Helmholtz Doctoral Award for KIT Computer Scientist
The extraction of information from large amounts of data, so-called data mining, is of great importance in today's society: for example, finding suitable therapies for new diseases, crime prevention or increasing the efficiency of industrial production processes. It involves analyzing huge amounts of data and identifying patterns such as anomalies.
However, data mining is becoming increasingly complex because data is often multidimensional, meaning it has many attributes and continuously arrives in a streaming fashion. These factors make statistical analysis of data increasingly unstable and less reliable. Moreover, insights are required in real-time.
With his PhD thesis "Estimating Dependency, Monitoring and Knowledge Discovery in High-Dimensional Data Streams", Edouard Fouché provides novel approaches for improving the extraction of information from multidimensional data streams. He has now received an award from the Helmholtz Association for this work.

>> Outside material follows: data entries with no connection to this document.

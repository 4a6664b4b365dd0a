import { createPinia, setActivePinia } from 'pinia';
import { afterEach, beforeEach, describe, expect, it, vi } from 'vitest';
import { mount } from '@vue/test-utils';
import type { BoardSnapshot } from '../../../shared/board/types';
import SavedBoardBanner from '../../../src/components/board/SavedBoardBanner.vue';
import { readSavedBoard, saveBoard } from '../../../src/services/saved-boards';
import { useBoardStore } from '../../../src/stores/board';
import { useSessionStore } from '../../../src/stores/session';
import { BLOCKED_WORDS } from '../../../src/words/board';
import { SAVED_BOARD_WORDS } from '../../../src/words/offline';
import { JOB_ID } from '../api-fakes';

/** The tab's one socket, faked: connected or not as the test says; a join answers the server's board. */
const fake = vi.hoisted(() => {
  type Handler = (payload?: unknown) => void;
  const handlers = new Map<string, Set<Handler>>();
  let snapshot: unknown = null;
  const socket = {
    connected: false,
    active: true,
    on(event: string, handler: Handler) {
      if (!handlers.has(event)) handlers.set(event, new Set());
      handlers.get(event)!.add(handler);
      return socket;
    },
    off(event: string, handler: Handler) {
      handlers.get(event)?.delete(handler);
      return socket;
    },
    emit() {
      return socket;
    },
    connect() {
      return socket;
    },
    timeout() {
      return {
        emitWithAck: async () => {
          const { presence, ...board } = snapshot as { seq: number; presence: unknown[] };
          return { ok: true, mode: 'snapshot', board: JSON.stringify(board), presence, seq: board.seq };
        },
      };
    },
  };
  return {
    socket,
    setSnapshot(next: unknown) {
      snapshot = next;
    },
    deliver(event: string, payload?: unknown) {
      for (const handler of [...(handlers.get(event) ?? [])]) handler(payload);
    },
    reset() {
      handlers.clear();
      socket.connected = false;
    },
  };
});

vi.mock('../../../src/services/socket', async (importOriginal) => ({ ...(await importOriginal<object>()), connectSocket: () => fake.socket }));

const OPERATOR = { id: 'u-op', email: 'op@example.test', displayName: 'Ola Operator', qualifications: ['operator'], isAdmin: false, active: true, canInspect: false, hasPassword: true, createdAt: '2026-12-01T08:00:00.000Z', units: 'metric' } as const;

function boardAt(seq: number, presence: BoardSnapshot['presence'] = []): BoardSnapshot {
  return {
    seq,
    job: { id: JOB_ID, name: 'Boom erection for the pump house', site: 'Riverside works', kind: 'erection', state: 'live', craneFleetNumber: 'CC-11', stop: null, lastResume: null, cancelReason: null, timeZone: 'Europe/Warsaw' },
    planVersion: 1,
    stages: [],
    crew: [{ userId: OPERATOR.id, name: OPERATOR.displayName, role: 'operator' }],
    briefed: [{ userId: OPERATOR.id, name: OPERATOR.displayName, planVersion: 1, at: '2026-12-04T07:00:00.000Z' }],
    weather: null,
    windLimits: null,
    defects: [],
    presence,
  } as BoardSnapshot;
}

const flush = () => new Promise((resolve) => setTimeout(resolve, 0));

describe('the board kept on the device', () => {
  beforeEach(() => {
    setActivePinia(createPinia());
    fake.reset();
    localStorage.clear();
    // Every session call fails as with no network, unless a test says otherwise.
    vi.stubGlobal('fetch', vi.fn(() => Promise.reject(new TypeError('Failed to fetch'))));
  });
  afterEach(() => {
    useBoardStore().close();
    vi.unstubAllGlobals();
    vi.restoreAllMocks();
  });

  it('saves the live board for whoever sees it, without who was connected', async () => {
    useSessionStore().user = { ...OPERATOR, qualifications: [...OPERATOR.qualifications] };
    fake.socket.connected = true;
    fake.setSnapshot(boardAt(12, [{ userId: 'u-sig', name: 'Sam Signaller', roles: ['signaller'] }]));
    const store = useBoardStore();
    await store.open(JOB_ID);
    store.setView('cab');
    expect(store.live).toBe(true);
    const kept = readSavedBoard(JOB_ID);
    expect(kept).toMatchObject({ seq: 12, userId: OPERATOR.id, userName: OPERATOR.displayName });
    expect(kept!.liveAt).toBeGreaterThan(Date.now() - 5_000);
    expect(kept!.board.presence).toEqual([]);
    expect(kept!.view).toBe('cab');
  });

  it('opened with no session and no server, shows the saved board not live, sends nothing from it, and gives way to the live board', async () => {
    saveBoard({ jobId: JOB_ID, view: 'cab', liveAt: Date.now() - 60_000, userId: OPERATOR.id, userName: OPERATOR.displayName }, boardAt(12));
    const store = useBoardStore();
    void store.open(JOB_ID);
    await flush();
    expect(store.saved).toMatchObject({ jobId: JOB_ID, seq: 12, userName: OPERATOR.displayName });
    expect(store.board?.seq).toBe(12);
    expect(store.live).toBe(false);
    // Whose board it is, though nobody is signed in: their roles and briefing read from it.
    expect(store.viewerId).toBe(OPERATOR.id);
    expect(store.myRoles).toEqual(['operator']);
    expect(store.briefed).toBe(true);
    for (const type of ['hold.acknowledge', 'hold.release', 'step.complete', 'weather.record'] as const) expect(store.blockReason(type)).toBe(SAVED_BOARD_WORDS.blocked);
    expect(SAVED_BOARD_WORDS.blocked).not.toBe(BLOCKED_WORDS.notLive);
    // The stop still queues, as on any board that is not live.
    expect(await store.stop()).toBeNull();
    expect(store.queuedStop).not.toBeNull();

    // The server is back and the socket joins: the live board replaces the saved one.
    fake.setSnapshot(boardAt(15));
    fake.socket.connected = true;
    fake.deliver('connect');
    await flush();
    expect(store.saved).toBeNull();
    expect(store.board?.seq).toBe(15);
  });

  it('signed in and online, waits a few seconds for the live board before showing the saved one, at once when the socket cannot connect', async () => {
    vi.useFakeTimers();
    try {
      useSessionStore().user = { ...OPERATOR, qualifications: [...OPERATOR.qualifications] };
      saveBoard({ jobId: JOB_ID, liveAt: Date.now() - 60_000, userId: OPERATOR.id, userName: OPERATOR.displayName }, boardAt(12));
      const store = useBoardStore();
      void store.open(JOB_ID);
      await vi.advanceTimersByTimeAsync(1000);
      expect(store.saved).toBeNull();
      expect(store.board).toBeNull();
      fake.deliver('connect_error', new Error('websocket error'));
      expect(store.saved?.seq).toBe(12);
    } finally {
      vi.useRealTimers();
    }
  });

  it('never shows another person’s saved board', async () => {
    useSessionStore().user = { ...OPERATOR, id: 'u-other', qualifications: [...OPERATOR.qualifications] };
    saveBoard({ jobId: JOB_ID, liveAt: Date.now() - 60_000, userId: OPERATOR.id, userName: OPERATOR.displayName }, boardAt(12));
    const store = useBoardStore();
    void store.open(JOB_ID);
    fake.deliver('connect_error', new Error('websocket error'));
    expect(store.saved).toBeNull();
    expect(store.board).toBeNull();
  });

  it('the band says NOT LIVE, the site time it shows, how old it is and that nobody is signed in live', () => {
    const liveAt = Date.UTC(2026, 11, 4, 13, 2, 0);
    vi.spyOn(Date, 'now').mockReturnValue(liveAt + 12 * 60_000 + 5_000);
    const entry = { jobId: JOB_ID, view: 'cab', seq: 12, liveAt, userId: OPERATOR.id, userName: OPERATOR.displayName };
    const banner = mount(SavedBoardBanner, { props: { entry, siteTimeZone: 'Europe/Warsaw', signedIn: false }, global: { stubs: { 'q-spinner': true } } });
    // 13:02 UTC is 14:02 in Warsaw in December: UTC+01:00 outside summer time (IANA time zone database, Europe/Warsaw).
    expect(banner.get('[data-testid="saved-board"]').text()).toBe('NOT LIVE — shows the board as of 14:02 (UTC+01:00), 13 min ago');
    expect(banner.get('[data-testid="saved-board-signed-out"]').text()).toBe(SAVED_BOARD_WORDS.notSignedIn('Ola Operator'));
    banner.unmount();
    const signedIn = mount(SavedBoardBanner, { props: { entry, siteTimeZone: 'Europe/Warsaw', signedIn: true }, global: { stubs: { 'q-spinner': true } } });
    expect(signedIn.find('[data-testid="saved-board-signed-out"]').exists()).toBe(false);
    signedIn.unmount();
  });

  it('sign-out forgets the saved boards', async () => {
    saveBoard({ jobId: JOB_ID, liveAt: Date.now(), userId: OPERATOR.id, userName: OPERATOR.displayName }, boardAt(12));
    vi.stubGlobal('fetch', vi.fn(() => Promise.resolve(new Response(null, { status: 204 }))));
    await useSessionStore().logout();
    expect(readSavedBoard(JOB_ID)).toBeNull();
  });
});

Edouard Fouché 08:50' (Video: Helmholtz Association)
In his work, the data scientist first establishes a new method (Monte Carlo Dependency Estimation) that helps estimating the dependencies in huge streams of data. In a next step, Fouché develops two new algorithms that can efficiently monitor and verify statistics (Scaling Multi-Armed Bandit) and reliably identify patterns and deviations (Streaming Greedy Maximum Random Deviation). These new tools for knowledge discovery in high-dimensional data streams help in practice in a wide range of applications in industry, for example, to detect faults or to perform predictive maintenance.
Edouard Fouché completed his PhD at KIT from 2016-2020 in the DFG Research Training Group (GRK) 2153 "Energy State Data - Informatics Methods for Acquisition, Analysis, and Use." The GRK offers PhD students from different disciplines the opportunity to conduct interdisciplinary research on concepts for the sustainable use of energy. In addition to assistance in research aspects, the program includes a broad qualification curriculum with further training, coaching, support and networking among themselves and with experts in Germany and abroad.
Since completing his doctorate (Dr.-Ing.), Edouard Fouché has been working as a post-doctoral researcher in the Data Science research area of Prof. Klemens Böhm's Information Management Systems group. Previously, he studied computer science in Paris and Karlsruhe.
The Helmholtz Association awards an annual prize for outstanding doctoral theses in six Helmholtz research fields. The aim is to provide targeted support for talented young scientists at an early stage and to attract them to research in the long term.